▶ [What the task asks] The lines below starting at the line containing "codes, distinct = found" and ending at the line containing "joins the pieces" are to be repeated exactly, with both ends kept and nothing else added.

(Dataset entries)
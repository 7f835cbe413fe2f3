"""The interface every store implements (built-in or plugin).

A store receives processed readings and alert events in batches.  ``write``
may buffer; ``flush`` makes everything written so far durable (or queued in a
durable outbox); ``close`` flushes and releases resources.  Stores that talk to
a network must never block the reading path for long: they queue to disk or
memory and forward on their own thread.

Plugins register under the entry-point group ``probeflow.stores``; the class
has a pydantic ``Config`` model for its YAML section.
"""

from __future__ import annotations

from collections.abc import Sequence
from typing import Any, ClassVar, Protocol, runtime_checkable

from pydantic import BaseModel

from probeflow.batch import ProcessedBatch, QuarantineItem
from probeflow.events import AlertEvent

__all__ = ["Store", "StoreConfigBase", "StoreContext"]


class StoreConfigBase(BaseModel):
    model_config = {"extra": "forbid"}
    type: str
    name: str | None = None


class StoreContext:
    """What the service gives a store: the site name and a logger."""

    def __init__(self, site: str, log: Any = None, base_dir: str = ".") -> None:
        self.site = site
        self.log = log
        self.base_dir = base_dir


@runtime_checkable
class Store(Protocol):
    Config: ClassVar[type[StoreConfigBase]]

    def __init__(self, config: Any, context: StoreContext) -> None: ...

    def write(self, batch: ProcessedBatch, alerts: Sequence[AlertEvent]) -> None:
        """Accept a processed batch and the alert events it produced."""

    def write_quarantine(self, items: Sequence[QuarantineItem]) -> None:
        """Keep rejected inputs (stores that do not keep them ignore this)."""

    def flush(self) -> None:
        """Make everything written so far durable."""

    def close(self) -> None:
        """Flush and release resources."""
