def rfc3339_column(ts: np.ndarray) -> list[str | None]:
    """Epoch seconds -> RFC 3339 UTC strings with microseconds (same text as
    ``events.rfc3339``); None (JSON null) for a time that is not finite or is
    beyond datetime64[us], which numpy would print as "NaT"."""
    with np.errstate(invalid="ignore"):
        fits = np.abs(ts) < _DATETIME64_US_LIMIT_S   # False for NaN and infinities
    all_fit = bool(fits.all())
    us = np.round((ts if all_fit else np.where(fits, ts, 0.0)) * 1e6).astype("datetime64[us]")
    out: list[str | None] = [s + "Z" for s in np.datetime_as_string(us, unit="us").tolist()]
    if not all_fit:
        for i in np.flatnonzero(~fits).tolist():
            out[i] = None
    return out


def _nulls(values: np.ndarray) -> list[float | None]:
    out: list[float | None] = values.tolist()
    if np.isnan(values).any():
        for i in np.flatnonzero(np.isnan(values)).tolist():
            out[i] = None
    return out


_QUALITY_JSON = [orjson.dumps(name) for name in QUALITY_NAMES]
_READING_PIECES = (b'{"kind":"reading","probe":', b',"ts":"', b'","mv":', b'"temp_c":', b'"ph":',
                   b'"neutral_ph":', b'"neutral_dev":', b'"quality":', b"}\n")
"""The literal text around the eight values of a reading line (each number
column carries its own trailing comma, see :func:`_number_texts`)."""

_US_PER_DAY = 86_400_000_000
_STAMP_BYTES = 27   # 2025-12-02T00:00:00.000500Z
_COMMA = ord(",")


def _put_digits(out: np.ndarray, column: int, values: np.ndarray, width: int) -> None:
    """Write ``values`` (non-negative ints) as ``width`` ASCII digits from ``column`` on."""
    for k in range(width - 1, -1, -1):
        values, digit = np.divmod(values, 10)
        out[:, column + k] = digit + 48


def _stamp_matrix(ts: np.ndarray) -> np.ndarray | None:
    """RFC 3339 UTC stamps as an (n, 27) uint8 matrix of ASCII, or None when a
    time is not finite or its year is outside 0001-9999 (callers then use
    :func:`rfc3339_column`).  The date text is made once per distinct day;
    hours to microseconds are integer digits.  Rounds to the microsecond as
    :func:`rfc3339_column` does."""
    n = int(ts.shape[0])
    if not np.isfinite(ts).all():
        return None
    us = np.round(ts * 1e6).astype(np.int64)
    days, of_day = np.divmod(us, _US_PER_DAY)
    first = int(days.min())
    span = int(days.max()) - first + 1
    if span <= max(n, 64):
        day_index = days - first
        day_values = np.arange(first, first + span, dtype=np.int64)
    else:
        day_values, day_index = np.unique(days, return_inverse=True)
    date_text = np.datetime_as_string(day_values.astype("datetime64[D]"), unit="D").tolist()
    if any(len(d) != 10 for d in date_text):
        return None
    out = np.empty((n, _STAMP_BYTES), dtype=np.uint8)
    out[:, :10] = np.array(date_text, dtype="S10").view(np.uint8).reshape(-1, 10)[day_index]
    hours, rest = np.divmod(of_day, 3_600_000_000)
    minutes, rest = np.divmod(rest, 60_000_000)
    seconds, micros = np.divmod(rest, 1_000_000)
    for column, char in ((10, "T"), (13, ":"), (16, ":"), (19, "."), (26, "Z")):
        out[:, column] = ord(char)
    _put_digits(out, 11, hours, 2)
    _put_digits(out, 14, minutes, 2)
    _put_digits(out, 17, seconds, 2)
    _put_digits(out, 20, micros, 6)
    return out


def rfc3339_stamps(ts: np.ndarray) -> list[bytes]:
    """Epoch seconds -> RFC 3339 UTC timestamps as bytes, vectorised; equal to
    ``[s.encode() for s in rfc3339_column(ts)]`` (tested)."""
    if ts.shape[0] == 0:
        return []
    matrix = _stamp_matrix(ts)
    if matrix is None:
        return [s.encode() if s is not None else None  # type: ignore[misc]
                for s in rfc3339_column(ts)]
    return matrix.view(f"S{_STAMP_BYTES}").ravel().tolist()  # type: ignore[no-any-return]


def _binary_column(data: np.ndarray | bytes, offsets: np.ndarray) -> Any:
    """An Arrow large-binary column over ``data`` cut at ``offsets`` (int64, n + 1).

    Every Arrow object of the encoder is made from buffers like this (and its
    scalars by indexing such a column): ``pa.array`` and ``pa.scalar`` make
    pyarrow import pandas, 0.2 s at the start of every ``filter``."""
    import pyarrow as pa

    return pa.Array.from_buffers(pa.large_binary(), offsets.shape[0] - 1,
                                 [None, pa.py_buffer(offsets), pa.py_buffer(data)])


def _texts_column(texts: Sequence[bytes]) -> Any:
    offsets = np.zeros(len(texts) + 1, dtype=np.int64)
    np.cumsum(np.fromiter(map(len, texts), dtype=np.int64, count=len(texts)), out=offsets[1:])
    return _binary_column(b"".join(texts), offsets)


def _index_column(codes: np.ndarray) -> Any:
    import pyarrow as pa

    codes = np.ascontiguousarray(codes, dtype=np.int64)
    return pa.Array.from_buffers(pa.int64(), codes.shape[0], [None, pa.py_buffer(codes)])


_PROBE_JSON: dict[str, bytes] = {}
_PROBE_JSON_MAX = 65_536


def _probe_json_texts(ids: list[str]) -> list[bytes]:
    """Each probe id as JSON text, remembered across batches (a site has a fixed
    set of probes; the memory is dropped whole if it ever holds 65,536 ids).
    Raises orjson.JSONEncodeError for an id orjson cannot encode."""
    known = _PROBE_JSON
    texts = list(map(known.get, ids))
    if None in texts:
        if len(known) > _PROBE_JSON_MAX:
            known.clear()
        for i, text in enumerate(texts):
            if text is None:
                texts[i] = known[ids[i]] = orjson.dumps(ids[i])
    return texts  # type: ignore[return-value]


def _number_texts(values: np.ndarray) -> Any:
    """Arrow binary column of each float as JSON (null for NaN) *followed by a
    comma*: one ``orjson.dumps`` of the array, cut at its commas, without a
    Python object per number."""
    raw = np.frombuffer(orjson.dumps(values, option=orjson.OPT_SERIALIZE_NUMPY), dtype=np.uint8)
    data = raw[1:].copy()          # drop "[", turn the closing "]" into the last comma
    data[-1] = _COMMA
    offsets = np.empty(values.shape[0] + 1, dtype=np.int64)
    offsets[0] = 0
    offsets[1:] = np.flatnonzero(data == _COMMA) + 1
    return _binary_column(data, offsets)


@functools.cache
def _constant_columns() -> tuple[tuple[Any, ...], Any]:
    """Made once: the literal pieces of a line (and the empty separator) as Arrow
    scalars, and the quality names as a column to ``take`` from."""
    pieces = _texts_column([*_READING_PIECES, b""])
    return tuple(pieces[i] for i in range(len(pieces))), _texts_column(_QUALITY_JSON)


def _encode_readings_arrow(batch: ProcessedBatch) -> memoryview | None:
    """The columnar encoder behind :func:`encode_readings` (None: use the
    straightforward one).  Every column becomes an Arrow binary column, and
    ``binary_join_element_wise`` lays the lines out end to end in one buffer."""
    import pyarrow.compute as pc

    n = len(batch)
    stamps = _stamp_matrix(batch.ts)
    if stamps is None:
        return None
    found = factorize_probe_ids(batch.probe, sort=False)
    if found is None:
        return None   # ids that are not all strings: the straightforward path
    codes, distinct = found
    try:
        probe_texts = _probe_json_texts(distinct)
    except orjson.JSONEncodeError:
        return None   # e.g. a lone surrogate: the straightforward path raises it
    pieces, quality_texts = _constant_columns()
    columns = [
        _texts_column(probe_texts).take(_index_column(codes)),
        _binary_column(stamps.ravel(), np.arange(n + 1, dtype=np.int64) * _STAMP_BYTES),
        _number_texts(batch.mv),
        _number_texts(batch.temp_c),
        _number_texts(batch.ph),
        _number_texts(batch.neutral_ph),
        _number_texts(batch.neutral_dev),
        quality_texts.take(_index_column(batch.quality)),
    ]
    args: list[Any] = []
    for literal, column in zip(pieces, columns):
        args += [literal, column]
    args += [pieces[len(columns)], pieces[len(columns) + 1]]   # closing piece, empty separator
    lines = pc.binary_join_element_wise(*args)
    _validity, offsets_buffer, data_buffer = lines.buffers()
    offsets = np.frombuffer(offsets_buffer, dtype=np.int64, count=n + 1 + lines.offset)[lines.offset:]
    # a view of Arrow's buffer (it keeps the buffer alive): a batch's few MB are not copied
    return memoryview(data_buffer).toreadonly()[int(offsets[0]):int(offsets[-1])]


def encode_readings(batch: ProcessedBatch) -> bytes:
    """The batch as JSON lines (each ending in a newline), built in bulk.

    Each float column is encoded by one ``orjson.dumps`` of the numpy array
    (NaN becomes null) and cut into numbers in numpy; probe ids are JSON-encoded
    once per distinct id; timestamps come from :func:`_stamp_matrix`; Arrow
    joins the pieces row by row in C.  The result equals ``orjson.dumps`` of
    each record of :func:`reading_records` (tested), which is used directly
    for the rare batch the columnar path does not take (non-finite times,
    probe ids that are not strings).
    """
    return bytes(encoded_readings(batch))


def encoded_readings(batch: ProcessedBatch) -> bytes | memoryview:
    """:func:`encode_readings` without the final copy: the columnar path returns
    a read-only view of the encoder's buffer, which a stream can write as it is."""
    if not len(batch):
        return b""
    fast = _encode_readings_arrow(batch)
    if fast is not None:
        return fast
    return b"".join(orjson.dumps(r) + b"\n" for r in reading_records(batch))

▶ [Answer to the exercise]
    codes, distinct = found
    try:
        probe_texts = _probe_json_texts(distinct)
    except orjson.JSONEncodeError:
        return None   # e.g. a lone surrogate: the straightforward path raises it
    pieces, quality_texts = _constant_columns()
    columns = [
        _texts_column(probe_texts).take(_index_column(codes)),
        _binary_column(stamps.ravel(), np.arange(n + 1, dtype=np.int64) * _STAMP_BYTES),
        _number_texts(batch.mv),
        _number_texts(batch.temp_c),
        _number_texts(batch.ph),
        _number_texts(batch.neutral_ph),
        _number_texts(batch.neutral_dev),
        quality_texts.take(_index_column(batch.quality)),
    ]
    args: list[Any] = []
    for literal, column in zip(pieces, columns):
        args += [literal, column]
    args += [pieces[len(columns)], pieces[len(columns) + 1]]   # closing piece, empty separator
    lines = pc.binary_join_element_wise(*args)
    _validity, offsets_buffer, data_buffer = lines.buffers()
    offsets = np.frombuffer(offsets_buffer, dtype=np.int64, count=n + 1 + lines.offset)[lines.offset:]
    # a view of Arrow's buffer (it keeps the buffer alive): a batch's few MB are not copied
    return memoryview(data_buffer).toreadonly()[int(offsets[0]):int(offsets[-1])]


def encode_readings(batch: ProcessedBatch) -> bytes:
    """The batch as JSON lines (each ending in a newline), built in bulk.

    Each float column is encoded by one ``orjson.dumps`` of the numpy array
    (NaN becomes null) and cut into numbers in numpy; probe ids are JSON-encoded
    once per distinct id; timestamps come from :func:`_stamp_matrix`; Arrow
    joins the pieces row by row in C.  The result equals ``orjson.dumps`` of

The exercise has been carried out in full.